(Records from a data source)
import "server-only";
import { createHash, randomBytes, randomUUID } from "node:crypto";
import { and, asc, eq, ilike, inArray, isNull, ne, or, sql } from "drizzle-orm";
import { db } from "@/db";
import { account, jobs, photos, radioSets, staffInvitation, user } from "@/db/schema";
import { transaction, type TxContext } from "@/db/transaction";
import { placeholderEmail, shownEmail, type CustomerAccess } from "@/lib/engine/contacts";
import { jobNumber } from "@/lib/engine/jobs/states";
import { audit } from "@/lib/server/audit";
import { env } from "@/lib/server/env";
import { AppError } from "@/lib/server/errors";
import { queueEmail } from "@/lib/server/mail";
import { approveRevision, declineRevision } from "@/lib/server/services/approvals";
import { recordJobCreated, transitionJob } from "@/lib/server/services/jobs";
import { newSetValues } from "@/lib/server/services/quotes";
import { getShop } from "@/lib/server/services/shop";
import { INVITATION_DAYS } from "@/lib/server/services/staff-invitations";
import { readTicket, type PhotoTicket } from "@/lib/server/uploads/photos";
import type { Intake, RecordDecision } from "@/lib/validation/intake";

export type CustomerMatch = {
  id: string;
  name: string;
  email: string | null;
  phone: string | null;
  access: CustomerAccess;
  jobs: number;
};

const tokenHash = (token: string) => createHash("sha256").update(token).digest("hex");
const likeEscape = (s: string) => s.replace(/[\\%_]/g, (c) => `\\${c}`);

// Columns written out with their table: inside a select from "user", Drizzle names them bare, and a bare "id"
// in a subquery would be the subquery's own table's.
const accessSql = sql<CustomerAccess>`case
  when "user"."contact_only" then 'contact'
  when exists (select 1 from "account" a where a.user_id = "user"."id" and a.provider_id = 'credential') then 'account'
  when exists (select 1 from "staff_invitation" i where i.user_id = "user"."id" and i.used_at is null and i.expires_at > now()) then 'invited'
  else 'account' end`;

/** Set owners whose name, e-mail or phone contains the words typed at the counter (a phone's digits alone match too). */
export async function searchCustomers({ q }: { q: string }): Promise<CustomerMatch[]> {
  const like = `%${likeEscape(q)}%`;
  const digits = q.replace(/\D/g, "");
  const rows = await db
    .select({
      id: user.id,
      name: user.name,
      email: user.email,
      phone: user.phone,
      access: accessSql,
      jobs: sql<number>`(select count(*)::int from "job" j where j.customer_id = "user"."id")`,
    })
    .from(user)
    .where(
      and(
        eq(user.role, "customer"),
        or(
          ilike(user.name, like),
          and(ilike(user.email, like), sql`"user"."email" not like '%.invalid'`),
          ilike(user.phone, like),
          digits.length >= 4 ? sql`regexp_replace(coalesce("user"."phone", ''), '\\D', '', 'g') like ${`%${digits}%`}` : sql`false`,
        ),
      ),
    )
    .orderBy(asc(user.name))
    .limit(12);
  return rows.map((r) => ({ ...r, email: shownEmail(r.email) }));
}

type Staff = { id: string; name: string };
type Customer = { id: string; name: string; email: string; contactOnly: boolean; created: boolean };

// The customer named at the counter: the one chosen from the search, else the account already holding the
// e-mail (never a second account for one address), else a new one.
async function findOrCreateCustomer(ctx: TxContext, input: Intake, actor: Staff): Promise<Customer> {
  if (input.customerMode === "existing") {
    const [found] = await ctx.tx
      .select({ id: user.id, name: user.name, email: user.email, contactOnly: user.contactOnly })
      .from(user)
      .where(and(eq(user.id, input.customerId), eq(user.role, "customer")))
      .limit(1);
    if (!found)
      throw new AppError("invalid_input", "Some fields need attention.", {
        customerId: "Customer: that customer was not found. Search again or add a new customer.",
      });
    return { ...found, created: false };
  }
  if (input.customerEmail) {
    const [byEmail] = await ctx.tx
      .select({ id: user.id, name: user.name, email: user.email, role: user.role, contactOnly: user.contactOnly })
      .from(user)
      .where(sql`lower(${user.email}) = ${input.customerEmail}`)
      .for("update")
      .limit(1);
    if (byEmail && byEmail.role !== "customer")
      throw new AppError("invalid_input", "Some fields need attention.", {
        customerEmail: "Customer's e-mail: this address belongs to a staff account; staff and customer accounts are kept apart.",
      });
    if (byEmail) {
      if (!byEmail.contactOnly || input.access === "contact") {
        if (input.customerPhone) await ctx.tx.update(user).set({ phone: input.customerPhone }).where(eq(user.id, byEmail.id));
        return { id: byEmail.id, name: byEmail.name, email: byEmail.email, contactOnly: byEmail.contactOnly, created: false };
      }
      // A contact who now wants to sign in: the invitation below gives them a password.
      await ctx.tx.update(user).set({ contactOnly: false, updatedAt: new Date() }).where(eq(user.id, byEmail.id));
      return { id: byEmail.id, name: byEmail.name, email: byEmail.email, contactOnly: false, created: false };
    }
  }
  const id = randomUUID();
  const email = input.customerEmail || placeholderEmail(id);
  const contactOnly = input.access === "contact";
  await ctx.tx.insert(user).values({
    id,
    name: input.customerName,
    email,
    // The shop saw the person and took the address from them; the invitation link proves it when used.
    emailVerified: false,
    role: "customer",
    phone: input.customerPhone || null,
    contactOnly,
  });
  await audit(ctx, {
    actorId: actor.id,
    action: "customer.create_at_intake",
    entity: "user",
    entityId: id,
    before: null,
    after: { name: input.customerName, email: shownEmail(email), phone: input.customerPhone || null, contactOnly },
  });
  return { id, name: input.customerName, email, contactOnly, created: true };
}

async function hasCredential(ctx: TxContext, userId: string): Promise<boolean> {
  const [row] = await ctx.tx
    .select({ id: account.id })
    .from(account)
    .where(and(eq(account.userId, userId), eq(account.providerId, "credential")))
    .limit(1);
  return !!row;
}

export type IntakeResult = { jobId: string; number: number; customerId: string; duplicate: boolean; invited: boolean };

/**
 * Takes a set in at the counter or on the phone, in the caller's transaction: the customer (found or added,
 * invited to set a password or kept as a contact), the set with the profile the online request stores, the
 * job with its channel and photos, then triage at once (the shop already has the request in hand). A set
 * handed over at the counter is marked received, so its bench work starts as soon as the deposit is in.
 */
export async function takeInJob(
  ctx: TxContext,
  { input, actor, tickets }: { input: Intake; actor: Staff; tickets: PhotoTicket[] },
): Promise<IntakeResult> {
  const customer = await findOrCreateCustomer(ctx, input, actor);
  const keys = tickets.map((t) => t.key);
  if (keys.length) {
    const used = await ctx.tx.select({ id: photos.id }).from(photos).where(inArray(photos.storageKey, keys)).limit(1);
    if (used.length)
      throw new AppError("invalid_input", "Some fields need attention.", {
        photos: "Photos: one of these photos is already attached to a job. Please take it again.",
      });
  }
  const [set] = await ctx.tx.insert(radioSets).values(newSetValues(customer.id, input)).returning({ id: radioSets.id });
  const now = new Date();
  const atShop = input.channel === "counter" && input.setAtShop;
  const [job] = await ctx.tx
    .insert(jobs)
    .values({
      setId: set!.id,
      customerId: customer.id,
      symptoms: input.symptoms,
      priorWork: input.priorWork,
      poweredRecently: input.poweredRecently,
      delivery: input.channel === "counter" ? "drop-off" : "mail-in",
      contactPreference: input.contactPreference,
      channel: input.channel,
      cautionsAcknowledgedAt: now,
      idempotencyKey: input.idempotencyKey,
    })
    .returning({ id: jobs.id, number: jobs.number });
  if (tickets.length)
    await ctx.tx.insert(photos).values(
      tickets.map((t) => ({
        uploaderId: actor.id,
        jobId: job!.id,
        storageKey: t.key,
        thumbKey: t.thumbKey,
        displayName: t.name,
        mime: "image/jpeg",
        width: t.width,
        height: t.height,
        bytes: t.bytes,
      })),
    );
  await recordJobCreated(ctx, { jobId: job!.id, actorId: actor.id });
  await audit(ctx, {
    actorId: actor.id,
    action: "job.intake",
    entity: "job",
    entityId: job!.id,
    before: null,
    after: { channel: input.channel, setAtShop: atShop, customerId: customer.id, customerCreated: customer.created, photos: keys.length },
  });
  await transitionJob(ctx, {
    jobId: job!.id,
    to: "in_triage",
    actor: "staff",
    actorId: actor.id,
    note: atShop
      ? "Taken in at the counter; the set is at the shop"
      : input.channel === "counter"
        ? "Taken in at the counter"
        : "Taken in by phone",
    patch: atShop ? { receivedAt: now } : {},
  });

  const setName = `${input.maker} ${input.model}`;
  const number = jobNumber(job!.number);
  const base = env().APP_URL.replace(/\/$/, "");
  let invited = false;
  if (!customer.contactOnly && input.customerMode === "new" && input.access === "invite" && !(await hasCredential(ctx, customer.id))) {
    const token = randomBytes(32).toString("base64url");
    const invitationId = randomUUID();
    await ctx.tx.insert(staffInvitation).values({
      id: invitationId,
      userId: customer.id,
      tokenHash: tokenHash(token),
      role: "customer",
      invitedBy: actor.id,
      expiresAt: sql`now() + make_interval(days => ${INVITATION_DAYS})`,
    });
    await audit(ctx, {
      actorId: actor.id,
      action: "customer.invite",
      entity: "user",
      entityId: customer.id,
      after: { invitationId, jobId: job!.id },
    });
    const shop = await getShop(ctx.tx);
    await queueEmail(ctx, {
      to: customer.email,
      template: "owner-invite",
      props: { name: customer.name, url: `${base}/welcome?token=${token}`, jobNumber: number, setName, shopName: shop.name },
      dedupeKey: `owner-invite:${invitationId}`,
    });
    invited = true;
  } else {
    // Reaches a contact's address too (a phone-only contact has none; queueEmail leaves it).
    await queueEmail(ctx, {
      to: customer.email,
      template: "quote-received",
      props: {
        name: customer.name,
        jobNumber: number,
        setName,
        url: `${base}/portal/jobs/${job!.id}`,
        delivery: input.channel === "counter" ? "drop-off" : "mail-in",
      },
      dedupeKey: `quote-received:${job!.id}`,
    });
  }
  return { jobId: job!.id, number: job!.number, customerId: customer.id, duplicate: false, invited };
}

/** The intake form's submission: the same idempotency key twice gives the same job, never a second customer. */
export async function submitIntake({ input, actor }: { input: Intake; actor: Staff }): Promise<IntakeResult> {
  const tickets = input.photos.map((t) => readTicket(t, actor.id));
  if (new Set(tickets.map((t) => t.key)).size !== tickets.length)
    throw new AppError("invalid_input", "Some fields need attention.", { photos: "Photos: the same photo was added twice." });
  const findExisting = async () => {
    const [row] = await db
      .select({ id: jobs.id, number: jobs.number, customerId: jobs.customerId })
      .from(jobs)
      .where(and(eq(jobs.idempotencyKey, input.idempotencyKey), ne(jobs.channel, "online")))
      .limit(1);
    return row;
  };
  const existing = await findExisting();
  if (existing) return { jobId: existing.id, number: existing.number, customerId: existing.customerId, duplicate: true, invited: false };
  try {
    return await transaction((ctx) => takeInJob(ctx, { input, actor, tickets }));
  } catch (error) {
    const code = (error as { code?: string }).code ?? (error as { cause?: { code?: string } }).cause?.code;
    if (code === "23505") {
      const again = await findExisting();
      if (again) return { jobId: again.id, number: again.number, customerId: again.customerId, duplicate: true, invited: false };
    }
    throw error;
  }
}

/** A decision on the current estimate the owner gave in person, by phone or in writing, recorded by staff. */
export async function recordOwnerDecision(
  ctx: TxContext,
  { jobId, input, staffId }: { jobId: string; input: RecordDecision; staffId: string },
) {
  const [job] = await ctx.tx.select({ customerId: jobs.customerId }).from(jobs).where(eq(jobs.id, jobId)).limit(1);
  if (!job) throw new AppError("not_found", "That job was not found.");
  const recorded = { staffId, medium: input.medium, note: input.note };
  if (input.decision === "approve") {
    const result = await approveRevision(ctx, { jobId, customerId: job.customerId, revisionId: input.revisionId, recorded });
    return { decision: "approve" as const, depositDueMinor: result.depositDueMinor };
  }
  await declineRevision(ctx, {
    jobId,
    customerId: job.customerId,
    revisionId: input.revisionId,
    reason: input.note,
    afterDecline: input.afterDecline,
    recorded,
  });
  return { decision: "decline" as const, depositDueMinor: 0 };
}

/** Whether a customer's account has been invited and not yet used the invitation (for the job's page). */
export async function pendingInvitation(userId: string): Promise<boolean> {
  const [row] = await db
    .select({ id: staffInvitation.id })
    .from(staffInvitation)
    .where(and(eq(staffInvitation.userId, userId), isNull(staffInvitation.usedAt), sql`${staffInvitation.expiresAt} > now()`))
    .limit(1);
  return !!row;
}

**Description of the task**.
Select and copy each line from the data that includes the word "keys".

**Answer to this problem**.
  const keys = tickets.map((t) => t.key);
  if (keys.length) {
    const used = await ctx.tx.select({ id: photos.id }).from(photos).where(inArray(photos.storageKey, keys)).limit(1);
    after: { channel: input.channel, setAtShop: atShop, customerId: customer.id, customerCreated: customer.created, photos: keys.length },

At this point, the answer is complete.